### [Task prompt]
Output every line from the beginning of the records through the line that contains "const below = (p: number[], t: number)", exactly as it appears.
Entries supplied below:
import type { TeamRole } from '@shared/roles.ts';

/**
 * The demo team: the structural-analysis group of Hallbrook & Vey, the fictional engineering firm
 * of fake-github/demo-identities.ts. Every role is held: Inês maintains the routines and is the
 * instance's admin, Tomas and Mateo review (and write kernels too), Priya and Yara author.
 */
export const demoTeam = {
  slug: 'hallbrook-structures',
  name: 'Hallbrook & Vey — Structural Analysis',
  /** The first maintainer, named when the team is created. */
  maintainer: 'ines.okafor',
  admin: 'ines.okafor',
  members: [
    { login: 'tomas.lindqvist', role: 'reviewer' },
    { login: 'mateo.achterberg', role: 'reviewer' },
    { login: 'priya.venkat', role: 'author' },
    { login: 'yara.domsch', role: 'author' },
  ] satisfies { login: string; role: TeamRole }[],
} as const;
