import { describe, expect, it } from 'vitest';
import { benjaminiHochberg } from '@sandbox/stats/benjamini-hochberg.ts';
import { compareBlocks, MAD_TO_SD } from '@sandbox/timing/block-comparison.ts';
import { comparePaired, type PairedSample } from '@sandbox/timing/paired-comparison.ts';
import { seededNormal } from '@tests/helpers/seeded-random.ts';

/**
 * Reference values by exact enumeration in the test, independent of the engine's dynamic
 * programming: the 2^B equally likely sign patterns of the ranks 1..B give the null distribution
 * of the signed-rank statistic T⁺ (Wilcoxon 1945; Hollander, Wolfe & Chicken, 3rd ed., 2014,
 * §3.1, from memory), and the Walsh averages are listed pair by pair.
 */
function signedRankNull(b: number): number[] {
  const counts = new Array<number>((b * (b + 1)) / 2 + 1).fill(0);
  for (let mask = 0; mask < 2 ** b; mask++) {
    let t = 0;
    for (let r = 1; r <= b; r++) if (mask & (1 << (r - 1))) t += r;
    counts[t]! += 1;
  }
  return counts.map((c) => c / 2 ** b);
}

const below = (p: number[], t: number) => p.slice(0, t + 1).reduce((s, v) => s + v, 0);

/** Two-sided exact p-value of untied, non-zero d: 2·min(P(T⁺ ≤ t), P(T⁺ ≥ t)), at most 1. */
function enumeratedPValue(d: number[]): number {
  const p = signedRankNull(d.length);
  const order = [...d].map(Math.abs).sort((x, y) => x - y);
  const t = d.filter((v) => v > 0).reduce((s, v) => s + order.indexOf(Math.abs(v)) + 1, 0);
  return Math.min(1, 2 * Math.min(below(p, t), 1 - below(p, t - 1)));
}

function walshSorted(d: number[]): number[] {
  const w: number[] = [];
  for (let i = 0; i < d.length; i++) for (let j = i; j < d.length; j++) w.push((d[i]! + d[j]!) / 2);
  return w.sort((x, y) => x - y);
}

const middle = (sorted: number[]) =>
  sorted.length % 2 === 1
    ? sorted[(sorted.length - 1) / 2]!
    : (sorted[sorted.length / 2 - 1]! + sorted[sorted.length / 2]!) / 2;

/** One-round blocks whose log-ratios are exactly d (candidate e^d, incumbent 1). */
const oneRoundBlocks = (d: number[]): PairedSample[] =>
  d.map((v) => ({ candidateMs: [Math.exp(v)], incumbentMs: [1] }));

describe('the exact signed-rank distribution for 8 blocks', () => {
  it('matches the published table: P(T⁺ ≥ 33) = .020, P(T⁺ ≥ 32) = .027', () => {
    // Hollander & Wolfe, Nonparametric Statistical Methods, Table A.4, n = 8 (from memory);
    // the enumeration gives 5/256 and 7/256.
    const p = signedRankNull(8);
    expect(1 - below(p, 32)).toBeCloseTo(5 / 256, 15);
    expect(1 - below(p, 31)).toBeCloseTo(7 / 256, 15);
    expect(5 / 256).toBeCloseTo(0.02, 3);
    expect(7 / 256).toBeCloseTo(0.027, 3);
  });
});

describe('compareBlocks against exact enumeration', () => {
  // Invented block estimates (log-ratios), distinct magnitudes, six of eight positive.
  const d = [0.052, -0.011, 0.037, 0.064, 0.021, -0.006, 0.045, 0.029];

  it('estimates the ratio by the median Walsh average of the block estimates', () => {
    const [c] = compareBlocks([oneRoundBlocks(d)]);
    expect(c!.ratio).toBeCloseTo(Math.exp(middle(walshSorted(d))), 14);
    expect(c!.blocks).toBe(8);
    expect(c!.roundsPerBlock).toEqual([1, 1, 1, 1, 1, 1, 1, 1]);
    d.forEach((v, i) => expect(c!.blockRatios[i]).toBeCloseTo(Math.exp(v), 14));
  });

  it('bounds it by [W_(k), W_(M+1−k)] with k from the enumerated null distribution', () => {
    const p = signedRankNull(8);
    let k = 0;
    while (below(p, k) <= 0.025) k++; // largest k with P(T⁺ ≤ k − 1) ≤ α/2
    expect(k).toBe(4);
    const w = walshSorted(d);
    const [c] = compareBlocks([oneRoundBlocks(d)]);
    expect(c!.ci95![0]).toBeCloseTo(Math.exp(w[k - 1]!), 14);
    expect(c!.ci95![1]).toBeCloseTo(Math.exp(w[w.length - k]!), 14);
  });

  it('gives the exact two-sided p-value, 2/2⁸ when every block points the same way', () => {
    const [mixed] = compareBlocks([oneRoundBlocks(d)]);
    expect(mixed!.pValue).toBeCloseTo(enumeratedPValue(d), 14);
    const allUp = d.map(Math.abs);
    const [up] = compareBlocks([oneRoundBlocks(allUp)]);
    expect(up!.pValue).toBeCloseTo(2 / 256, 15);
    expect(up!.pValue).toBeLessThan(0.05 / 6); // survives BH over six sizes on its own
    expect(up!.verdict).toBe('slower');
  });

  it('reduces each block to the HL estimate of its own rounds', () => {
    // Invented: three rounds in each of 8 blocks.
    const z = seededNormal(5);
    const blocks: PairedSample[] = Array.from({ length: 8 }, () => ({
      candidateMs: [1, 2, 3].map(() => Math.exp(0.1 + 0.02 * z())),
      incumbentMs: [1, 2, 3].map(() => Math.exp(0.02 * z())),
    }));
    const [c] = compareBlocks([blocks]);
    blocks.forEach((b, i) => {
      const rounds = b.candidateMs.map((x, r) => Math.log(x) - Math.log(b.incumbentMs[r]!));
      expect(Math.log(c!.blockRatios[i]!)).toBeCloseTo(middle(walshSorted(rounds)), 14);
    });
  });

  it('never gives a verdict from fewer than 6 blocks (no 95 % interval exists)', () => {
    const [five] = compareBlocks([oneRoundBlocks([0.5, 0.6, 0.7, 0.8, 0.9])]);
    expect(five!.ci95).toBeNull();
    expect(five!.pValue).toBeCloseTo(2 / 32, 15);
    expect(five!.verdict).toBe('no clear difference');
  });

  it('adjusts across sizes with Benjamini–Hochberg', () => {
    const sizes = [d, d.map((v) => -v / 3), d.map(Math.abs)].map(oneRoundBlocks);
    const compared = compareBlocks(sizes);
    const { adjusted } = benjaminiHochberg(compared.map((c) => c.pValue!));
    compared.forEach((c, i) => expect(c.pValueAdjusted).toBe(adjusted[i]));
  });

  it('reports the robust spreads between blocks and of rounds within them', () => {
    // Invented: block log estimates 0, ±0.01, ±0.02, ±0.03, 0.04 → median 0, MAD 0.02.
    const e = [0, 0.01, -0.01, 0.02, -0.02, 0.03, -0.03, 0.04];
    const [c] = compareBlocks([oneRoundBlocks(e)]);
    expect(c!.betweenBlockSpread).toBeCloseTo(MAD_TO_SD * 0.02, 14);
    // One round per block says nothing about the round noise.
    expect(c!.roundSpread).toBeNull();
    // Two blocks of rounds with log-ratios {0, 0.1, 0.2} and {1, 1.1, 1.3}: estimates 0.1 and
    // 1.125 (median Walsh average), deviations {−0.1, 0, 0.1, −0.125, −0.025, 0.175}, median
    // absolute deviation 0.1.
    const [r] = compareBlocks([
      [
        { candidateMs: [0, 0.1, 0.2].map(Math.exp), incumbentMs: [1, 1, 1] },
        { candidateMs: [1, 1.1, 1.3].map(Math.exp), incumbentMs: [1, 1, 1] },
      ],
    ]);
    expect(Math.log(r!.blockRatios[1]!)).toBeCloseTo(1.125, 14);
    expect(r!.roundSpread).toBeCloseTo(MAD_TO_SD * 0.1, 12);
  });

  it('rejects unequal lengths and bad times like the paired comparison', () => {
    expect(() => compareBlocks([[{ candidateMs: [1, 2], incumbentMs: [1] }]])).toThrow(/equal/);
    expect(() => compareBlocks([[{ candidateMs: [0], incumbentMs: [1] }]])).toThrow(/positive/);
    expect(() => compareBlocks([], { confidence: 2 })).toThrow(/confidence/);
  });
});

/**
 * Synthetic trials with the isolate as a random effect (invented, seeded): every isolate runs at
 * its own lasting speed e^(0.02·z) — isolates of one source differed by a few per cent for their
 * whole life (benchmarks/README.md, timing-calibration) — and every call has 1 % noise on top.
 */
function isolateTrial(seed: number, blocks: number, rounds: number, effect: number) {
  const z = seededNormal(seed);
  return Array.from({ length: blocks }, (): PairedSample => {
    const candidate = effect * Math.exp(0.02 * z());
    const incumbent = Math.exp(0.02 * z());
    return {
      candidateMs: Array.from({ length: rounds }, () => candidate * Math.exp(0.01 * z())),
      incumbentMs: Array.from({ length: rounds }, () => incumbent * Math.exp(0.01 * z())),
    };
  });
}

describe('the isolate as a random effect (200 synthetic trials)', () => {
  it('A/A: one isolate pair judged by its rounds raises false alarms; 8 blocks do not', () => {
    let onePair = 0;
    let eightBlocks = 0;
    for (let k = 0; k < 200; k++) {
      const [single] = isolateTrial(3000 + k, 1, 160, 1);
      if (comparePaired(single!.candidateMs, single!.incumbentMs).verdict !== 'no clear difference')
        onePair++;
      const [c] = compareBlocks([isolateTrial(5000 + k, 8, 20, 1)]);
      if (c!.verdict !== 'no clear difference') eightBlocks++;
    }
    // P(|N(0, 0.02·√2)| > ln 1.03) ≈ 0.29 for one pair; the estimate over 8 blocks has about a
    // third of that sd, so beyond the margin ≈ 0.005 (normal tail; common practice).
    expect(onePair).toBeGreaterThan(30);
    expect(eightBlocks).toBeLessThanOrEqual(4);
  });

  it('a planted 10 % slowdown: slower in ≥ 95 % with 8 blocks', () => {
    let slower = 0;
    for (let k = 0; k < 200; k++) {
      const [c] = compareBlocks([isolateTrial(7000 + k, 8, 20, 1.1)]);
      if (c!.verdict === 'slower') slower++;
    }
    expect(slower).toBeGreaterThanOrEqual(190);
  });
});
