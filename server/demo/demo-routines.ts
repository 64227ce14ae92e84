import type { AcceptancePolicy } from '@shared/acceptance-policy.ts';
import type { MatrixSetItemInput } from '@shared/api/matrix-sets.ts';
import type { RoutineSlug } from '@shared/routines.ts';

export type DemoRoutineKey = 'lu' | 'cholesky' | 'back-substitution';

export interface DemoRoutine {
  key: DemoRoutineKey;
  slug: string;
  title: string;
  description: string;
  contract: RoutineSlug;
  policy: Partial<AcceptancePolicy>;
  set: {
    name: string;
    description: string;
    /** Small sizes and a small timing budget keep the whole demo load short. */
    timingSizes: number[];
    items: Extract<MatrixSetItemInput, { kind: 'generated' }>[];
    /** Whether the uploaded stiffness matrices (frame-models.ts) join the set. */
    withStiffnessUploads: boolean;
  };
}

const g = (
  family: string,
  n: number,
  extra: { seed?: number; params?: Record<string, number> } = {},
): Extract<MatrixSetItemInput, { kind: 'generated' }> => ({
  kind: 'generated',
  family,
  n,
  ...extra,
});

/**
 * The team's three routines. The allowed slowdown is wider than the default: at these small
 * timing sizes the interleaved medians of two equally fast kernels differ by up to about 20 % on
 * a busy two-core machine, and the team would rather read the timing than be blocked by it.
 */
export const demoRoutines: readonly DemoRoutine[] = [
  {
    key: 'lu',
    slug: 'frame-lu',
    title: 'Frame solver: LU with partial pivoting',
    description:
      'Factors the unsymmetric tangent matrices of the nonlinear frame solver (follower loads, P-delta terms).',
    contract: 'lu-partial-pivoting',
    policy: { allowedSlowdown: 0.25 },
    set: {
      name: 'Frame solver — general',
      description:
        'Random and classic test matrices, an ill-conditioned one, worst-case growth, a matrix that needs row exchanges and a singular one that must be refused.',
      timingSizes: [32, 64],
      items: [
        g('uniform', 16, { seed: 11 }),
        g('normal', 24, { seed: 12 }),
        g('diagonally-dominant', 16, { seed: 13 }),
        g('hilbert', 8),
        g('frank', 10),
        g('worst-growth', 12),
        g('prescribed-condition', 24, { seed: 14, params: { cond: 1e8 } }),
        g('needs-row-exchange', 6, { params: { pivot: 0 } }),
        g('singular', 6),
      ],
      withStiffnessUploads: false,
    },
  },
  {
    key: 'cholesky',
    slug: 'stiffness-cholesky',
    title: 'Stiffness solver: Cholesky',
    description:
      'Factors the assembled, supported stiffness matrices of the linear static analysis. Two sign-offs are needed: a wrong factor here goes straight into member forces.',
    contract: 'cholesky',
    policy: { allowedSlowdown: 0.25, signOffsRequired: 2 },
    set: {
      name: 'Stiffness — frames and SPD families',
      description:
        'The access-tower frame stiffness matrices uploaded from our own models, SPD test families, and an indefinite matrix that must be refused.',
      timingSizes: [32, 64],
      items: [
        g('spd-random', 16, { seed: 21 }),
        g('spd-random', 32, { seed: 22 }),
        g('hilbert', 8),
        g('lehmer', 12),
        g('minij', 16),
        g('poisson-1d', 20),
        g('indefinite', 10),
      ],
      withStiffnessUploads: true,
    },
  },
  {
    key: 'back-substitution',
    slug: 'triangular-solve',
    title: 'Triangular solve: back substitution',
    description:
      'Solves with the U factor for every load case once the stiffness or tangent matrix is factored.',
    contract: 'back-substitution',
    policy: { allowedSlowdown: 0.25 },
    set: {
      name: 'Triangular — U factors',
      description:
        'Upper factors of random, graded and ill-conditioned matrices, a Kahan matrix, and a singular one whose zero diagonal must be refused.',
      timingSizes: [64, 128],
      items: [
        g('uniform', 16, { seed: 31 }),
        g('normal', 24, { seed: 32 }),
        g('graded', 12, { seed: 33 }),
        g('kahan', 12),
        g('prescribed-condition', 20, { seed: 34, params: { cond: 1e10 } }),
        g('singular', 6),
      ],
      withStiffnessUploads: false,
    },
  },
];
End of Entries supplied.
### [Task solution]
import type { TeamRole } from '@shared/roles.ts';

/**
 * The demo team: the structural-analysis group of Hallbrook & Vey, the fictional engineering firm
 * of fake-github/demo-identities.ts. Every role is held: Inês maintains the routines and is the
 * instance's admin, Tomas and Mateo review (and write kernels too), Priya and Yara author.
 */
export const demoTeam = {
  slug: 'hallbrook-structures',
  name: 'Hallbrook & Vey — Structural Analysis',
  /** The first maintainer, named when the team is created. */
  maintainer: 'ines.okafor',
  admin: 'ines.okafor',
  members: [
    { login: 'tomas.lindqvist', role: 'reviewer' },
    { login: 'mateo.achterberg', role: 'reviewer' },
    { login: 'priya.venkat', role: 'author' },
    { login: 'yara.domsch', role: 'author' },
  ] satisfies { login: string; role: TeamRole }[],
} as const;
import { describe, expect, it } from 'vitest';
import { benjaminiHochberg } from '@sandbox/stats/benjamini-hochberg.ts';
import { compareBlocks, MAD_TO_SD } from '@sandbox/timing/block-comparison.ts';
import { comparePaired, type PairedSample } from '@sandbox/timing/paired-comparison.ts';
import { seededNormal } from '@tests/helpers/seeded-random.ts';

/**
 * Reference values by exact enumeration in the test, independent of the engine's dynamic
 * programming: the 2^B equally likely sign patterns of the ranks 1..B give the null distribution
 * of the signed-rank statistic T⁺ (Wilcoxon 1945; Hollander, Wolfe & Chicken, 3rd ed., 2014,
 * §3.1, from memory), and the Walsh averages are listed pair by pair.
 */
function signedRankNull(b: number): number[] {
  const counts = new Array<number>((b * (b + 1)) / 2 + 1).fill(0);
  for (let mask = 0; mask < 2 ** b; mask++) {
    let t = 0;
    for (let r = 1; r <= b; r++) if (mask & (1 << (r - 1))) t += r;
    counts[t]! += 1;
  }
  return counts.map((c) => c / 2 ** b);
}

const below = (p: number[], t: number) => p.slice(0, t + 1).reduce((s, v) => s + v, 0);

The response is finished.